[Collected data]
== Segment start ==

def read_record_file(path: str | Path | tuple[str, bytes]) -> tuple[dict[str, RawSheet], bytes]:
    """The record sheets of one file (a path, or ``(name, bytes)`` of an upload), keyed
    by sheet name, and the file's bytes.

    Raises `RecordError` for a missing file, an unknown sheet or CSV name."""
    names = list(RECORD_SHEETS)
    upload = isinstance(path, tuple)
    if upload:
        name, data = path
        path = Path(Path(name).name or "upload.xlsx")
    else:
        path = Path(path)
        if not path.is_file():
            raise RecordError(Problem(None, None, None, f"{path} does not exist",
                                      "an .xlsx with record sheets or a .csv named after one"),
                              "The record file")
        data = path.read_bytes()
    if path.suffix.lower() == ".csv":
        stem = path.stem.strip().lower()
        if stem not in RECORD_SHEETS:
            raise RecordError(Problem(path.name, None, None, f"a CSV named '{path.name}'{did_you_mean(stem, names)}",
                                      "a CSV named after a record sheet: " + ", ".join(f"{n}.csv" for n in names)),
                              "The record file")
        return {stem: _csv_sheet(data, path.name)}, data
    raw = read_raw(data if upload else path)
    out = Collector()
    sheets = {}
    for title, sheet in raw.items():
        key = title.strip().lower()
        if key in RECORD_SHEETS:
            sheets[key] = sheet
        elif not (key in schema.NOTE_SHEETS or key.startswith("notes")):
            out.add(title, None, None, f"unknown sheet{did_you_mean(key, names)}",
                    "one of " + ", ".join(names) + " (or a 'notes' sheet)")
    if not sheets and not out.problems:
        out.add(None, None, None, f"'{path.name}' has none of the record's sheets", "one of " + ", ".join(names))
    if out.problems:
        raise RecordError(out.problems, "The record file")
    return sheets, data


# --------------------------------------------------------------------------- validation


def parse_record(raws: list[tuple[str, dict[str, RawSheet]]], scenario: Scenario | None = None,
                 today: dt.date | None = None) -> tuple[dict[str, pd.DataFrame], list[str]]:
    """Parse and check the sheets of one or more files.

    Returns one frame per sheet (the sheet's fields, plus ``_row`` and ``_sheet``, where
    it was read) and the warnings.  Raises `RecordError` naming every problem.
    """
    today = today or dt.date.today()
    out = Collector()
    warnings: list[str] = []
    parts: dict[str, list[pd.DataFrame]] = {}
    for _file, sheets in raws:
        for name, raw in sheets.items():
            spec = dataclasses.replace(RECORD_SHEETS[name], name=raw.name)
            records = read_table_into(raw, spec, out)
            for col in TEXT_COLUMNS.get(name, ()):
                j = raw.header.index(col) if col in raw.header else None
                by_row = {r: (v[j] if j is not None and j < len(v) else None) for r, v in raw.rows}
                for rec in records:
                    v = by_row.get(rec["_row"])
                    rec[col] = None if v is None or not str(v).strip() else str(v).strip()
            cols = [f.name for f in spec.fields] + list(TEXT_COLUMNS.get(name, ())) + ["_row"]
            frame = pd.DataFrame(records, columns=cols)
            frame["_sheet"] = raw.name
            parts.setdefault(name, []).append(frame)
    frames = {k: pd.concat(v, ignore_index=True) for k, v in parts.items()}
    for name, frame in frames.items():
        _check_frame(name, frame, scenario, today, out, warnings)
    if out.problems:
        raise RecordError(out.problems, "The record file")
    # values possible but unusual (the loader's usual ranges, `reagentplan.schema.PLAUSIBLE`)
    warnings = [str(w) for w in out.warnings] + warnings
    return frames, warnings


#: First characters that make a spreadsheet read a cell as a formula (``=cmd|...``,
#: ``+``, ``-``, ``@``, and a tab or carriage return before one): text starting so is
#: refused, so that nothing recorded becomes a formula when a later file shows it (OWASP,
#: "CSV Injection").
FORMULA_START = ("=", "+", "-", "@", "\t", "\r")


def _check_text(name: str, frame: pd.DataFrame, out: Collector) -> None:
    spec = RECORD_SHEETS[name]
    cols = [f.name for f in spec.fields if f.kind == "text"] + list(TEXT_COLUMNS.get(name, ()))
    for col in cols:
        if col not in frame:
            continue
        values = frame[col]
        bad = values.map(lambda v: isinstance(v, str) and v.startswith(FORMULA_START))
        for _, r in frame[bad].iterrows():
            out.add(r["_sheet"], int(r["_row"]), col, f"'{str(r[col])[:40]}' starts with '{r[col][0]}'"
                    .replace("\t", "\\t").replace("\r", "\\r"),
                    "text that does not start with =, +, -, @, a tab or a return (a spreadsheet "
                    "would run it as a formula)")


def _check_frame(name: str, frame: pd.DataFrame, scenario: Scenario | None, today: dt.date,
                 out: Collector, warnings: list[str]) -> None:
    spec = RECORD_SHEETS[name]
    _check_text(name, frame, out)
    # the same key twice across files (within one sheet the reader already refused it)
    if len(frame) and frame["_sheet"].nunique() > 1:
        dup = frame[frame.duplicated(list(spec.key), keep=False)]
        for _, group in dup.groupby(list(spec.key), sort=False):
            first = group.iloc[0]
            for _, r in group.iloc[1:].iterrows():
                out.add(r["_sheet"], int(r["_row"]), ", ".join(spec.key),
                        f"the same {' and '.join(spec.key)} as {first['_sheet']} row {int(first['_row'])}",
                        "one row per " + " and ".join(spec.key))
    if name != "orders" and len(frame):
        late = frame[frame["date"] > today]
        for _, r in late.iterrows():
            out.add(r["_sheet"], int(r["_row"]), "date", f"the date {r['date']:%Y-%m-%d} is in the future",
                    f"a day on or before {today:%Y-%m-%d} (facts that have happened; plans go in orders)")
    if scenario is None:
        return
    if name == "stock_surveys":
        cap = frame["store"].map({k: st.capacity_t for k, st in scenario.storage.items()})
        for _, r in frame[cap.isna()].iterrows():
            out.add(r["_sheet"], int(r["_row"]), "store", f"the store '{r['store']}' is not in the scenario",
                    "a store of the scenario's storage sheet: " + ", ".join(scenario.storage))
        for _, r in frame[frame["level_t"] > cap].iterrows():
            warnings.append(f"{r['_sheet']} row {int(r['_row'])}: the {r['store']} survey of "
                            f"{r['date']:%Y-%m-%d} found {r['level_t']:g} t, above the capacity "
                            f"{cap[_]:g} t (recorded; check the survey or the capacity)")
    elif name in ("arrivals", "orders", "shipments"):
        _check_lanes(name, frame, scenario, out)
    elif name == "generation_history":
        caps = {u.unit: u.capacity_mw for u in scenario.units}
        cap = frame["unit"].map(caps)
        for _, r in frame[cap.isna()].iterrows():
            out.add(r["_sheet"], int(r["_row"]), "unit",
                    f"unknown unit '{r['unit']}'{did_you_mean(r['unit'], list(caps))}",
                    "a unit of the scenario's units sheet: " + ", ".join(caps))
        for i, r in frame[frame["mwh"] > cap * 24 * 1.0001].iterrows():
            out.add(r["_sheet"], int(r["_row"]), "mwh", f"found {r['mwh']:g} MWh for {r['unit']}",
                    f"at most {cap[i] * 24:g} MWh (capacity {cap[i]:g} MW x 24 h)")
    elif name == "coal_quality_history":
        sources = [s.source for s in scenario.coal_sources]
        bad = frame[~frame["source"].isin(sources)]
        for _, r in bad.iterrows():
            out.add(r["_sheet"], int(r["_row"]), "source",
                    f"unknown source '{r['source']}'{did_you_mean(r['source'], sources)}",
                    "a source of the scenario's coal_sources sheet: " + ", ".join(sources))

== Segment end ==

All of the data above needs to be retyped exactly, with each line as it stands.

def read_record_file(path: str | Path | tuple[str, bytes]) -> tuple[dict[str, RawSheet], bytes]:
    """The record sheets of one file (a path, or ``(name, bytes)`` of an upload), keyed
    by sheet name, and the file's bytes.

    Raises `RecordError` for a missing file, an unknown sheet or CSV name."""
    names = list(RECORD_SHEETS)
    upload = isinstance(path, tuple)
    if upload:
        name, data = path
        path = Path(Path(name).name or "upload.xlsx")
    else:
        path = Path(path)
        if not path.is_file():
            raise RecordError(Problem(None, None, None, f"{path} does not exist",
                                      "an .xlsx with record sheets or a .csv named after one"),
                              "The record file")
        data = path.read_bytes()
    if path.suffix.lower() == ".csv":
        stem = path.stem.strip().lower()
        if stem not in RECORD_SHEETS:
            raise RecordError(Problem(path.name, None, None, f"a CSV named '{path.name}'{did_you_mean(stem, names)}",
                                      "a CSV named after a record sheet: " + ", ".join(f"{n}.csv" for n in names)),
                              "The record file")
        return {stem: _csv_sheet(data, path.name)}, data
    raw = read_raw(data if upload else path)
    out = Collector()
    sheets = {}
    for title, sheet in raw.items():
        key = title.strip().lower()
        if key in RECORD_SHEETS:
            sheets[key] = sheet
        elif not (key in schema.NOTE_SHEETS or key.startswith("notes")):
            out.add(title, None, None, f"unknown sheet{did_you_mean(key, names)}",
                    "one of " + ", ".join(names) + " (or a 'notes' sheet)")
    if not sheets and not out.problems:
        out.add(None, None, None, f"'{path.name}' has none of the record's sheets", "one of " + ", ".join(names))
    if out.problems:
        raise RecordError(out.problems, "The record file")
    return sheets, data


# --------------------------------------------------------------------------- validation


def parse_record(raws: list[tuple[str, dict[str, RawSheet]]], scenario: Scenario | None = None,
                 today: dt.date | None = None) -> tuple[dict[str, pd.DataFrame], list[str]]:
    """Parse and check the sheets of one or more files.

    Returns one frame per sheet (the sheet's fields, plus ``_row`` and ``_sheet``, where
    it was read) and the warnings.  Raises `RecordError` naming every problem.
    """
    today = today or dt.date.today()
    out = Collector()
    warnings: list[str] = []
    parts: dict[str, list[pd.DataFrame]] = {}
    for _file, sheets in raws:
        for name, raw in sheets.items():
            spec = dataclasses.replace(RECORD_SHEETS[name], name=raw.name)
            records = read_table_into(raw, spec, out)
            for col in TEXT_COLUMNS.get(name, ()):
                j = raw.header.index(col) if col in raw.header else None
                by_row = {r: (v[j] if j is not None and j < len(v) else None) for r, v in raw.rows}
                for rec in records:
                    v = by_row.get(rec["_row"])
                    rec[col] = None if v is None or not str(v).strip() else str(v).strip()
            cols = [f.name for f in spec.fields] + list(TEXT_COLUMNS.get(name, ())) + ["_row"]
            frame = pd.DataFrame(records, columns=cols)
            frame["_sheet"] = raw.name
            parts.setdefault(name, []).append(frame)
    frames = {k: pd.concat(v, ignore_index=True) for k, v in parts.items()}
    for name, frame in frames.items():
        _check_frame(name, frame, scenario, today, out, warnings)
    if out.problems:
        raise RecordError(out.problems, "The record file")
    # values possible but unusual (the loader's usual ranges, `reagentplan.schema.PLAUSIBLE`)
    warnings = [str(w) for w in out.warnings] + warnings
    return frames, warnings


#: First characters that make a spreadsheet read a cell as a formula (``=cmd|...``,
#: ``+``, ``-``, ``@``, and a tab or carriage return before one): text starting so is
#: refused, so that nothing recorded becomes a formula when a later file shows it (OWASP,
#: "CSV Injection").
FORMULA_START = ("=", "+", "-", "@", "\t", "\r")


def _check_text(name: str, frame: pd.DataFrame, out: Collector) -> None:
    spec = RECORD_SHEETS[name]
    cols = [f.name for f in spec.fields if f.kind == "text"] + list(TEXT_COLUMNS.get(name, ()))
    for col in cols:
        if col not in frame:
            continue
        values = frame[col]
        bad = values.map(lambda v: isinstance(v, str) and v.startswith(FORMULA_START))
        for _, r in frame[bad].iterrows():
            out.add(r["_sheet"], int(r["_row"]), col, f"'{str(r[col])[:40]}' starts with '{r[col][0]}'"
                    .replace("\t", "\\t").replace("\r", "\\r"),
                    "text that does not start with =, +, -, @, a tab or a return (a spreadsheet "
                    "would run it as a formula)")


def _check_frame(name: str, frame: pd.DataFrame, scenario: Scenario | None, today: dt.date,
                 out: Collector, warnings: list[str]) -> None:
    spec = RECORD_SHEETS[name]
    _check_text(name, frame, out)
    # the same key twice across files (within one sheet the reader already refused it)
    if len(frame) and frame["_sheet"].nunique() > 1:
        dup = frame[frame.duplicated(list(spec.key), keep=False)]
        for _, group in dup.groupby(list(spec.key), sort=False):
            first = group.iloc[0]
            for _, r in group.iloc[1:].iterrows():
                out.add(r["_sheet"], int(r["_row"]), ", ".join(spec.key),
                        f"the same {' and '.join(spec.key)} as {first['_sheet']} row {int(first['_row'])}",
                        "one row per " + " and ".join(spec.key))
    if name != "orders" and len(frame):
        late = frame[frame["date"] > today]
        for _, r in late.iterrows():
            out.add(r["_sheet"], int(r["_row"]), "date", f"the date {r['date']:%Y-%m-%d} is in the future",
                    f"a day on or before {today:%Y-%m-%d} (facts that have happened; plans go in orders)")
    if scenario is None:
        return
    if name == "stock_surveys":
        cap = frame["store"].map({k: st.capacity_t for k, st in scenario.storage.items()})
        for _, r in frame[cap.isna()].iterrows():
            out.add(r["_sheet"], int(r["_row"]), "store", f"the store '{r['store']}' is not in the scenario",
                    "a store of the scenario's storage sheet: " + ", ".join(scenario.storage))
        for _, r in frame[frame["level_t"] > cap].iterrows():
            warnings.append(f"{r['_sheet']} row {int(r['_row'])}: the {r['store']} survey of "
                            f"{r['date']:%Y-%m-%d} found {r['level_t']:g} t, above the capacity "
                            f"{cap[_]:g} t (recorded; check the survey or the capacity)")
    elif name in ("arrivals", "orders", "shipments"):
        _check_lanes(name, frame, scenario, out)
    elif name == "generation_history":
        caps = {u.unit: u.capacity_mw for u in scenario.units}
        cap = frame["unit"].map(caps)
        for _, r in frame[cap.isna()].iterrows():
            out.add(r["_sheet"], int(r["_row"]), "unit",
                    f"unknown unit '{r['unit']}'{did_you_mean(r['unit'], list(caps))}",
                    "a unit of the scenario's units sheet: " + ", ".join(caps))
        for i, r in frame[frame["mwh"] > cap * 24 * 1.0001].iterrows():
            out.add(r["_sheet"], int(r["_row"]), "mwh", f"found {r['mwh']:g} MWh for {r['unit']}",
                    f"at most {cap[i] * 24:g} MWh (capacity {cap[i]:g} MW x 24 h)")
    elif name == "coal_quality_history":
        sources = [s.source for s in scenario.coal_sources]
        bad = frame[~frame["source"].isin(sources)]
        for _, r in bad.iterrows():
            out.add(r["_sheet"], int(r["_row"]), "source",
                    f"unknown source '{r['source']}'{did_you_mean(r['source'], sources)}",
                    "a source of the scenario's coal_sources sheet: " + ", ".join(sources))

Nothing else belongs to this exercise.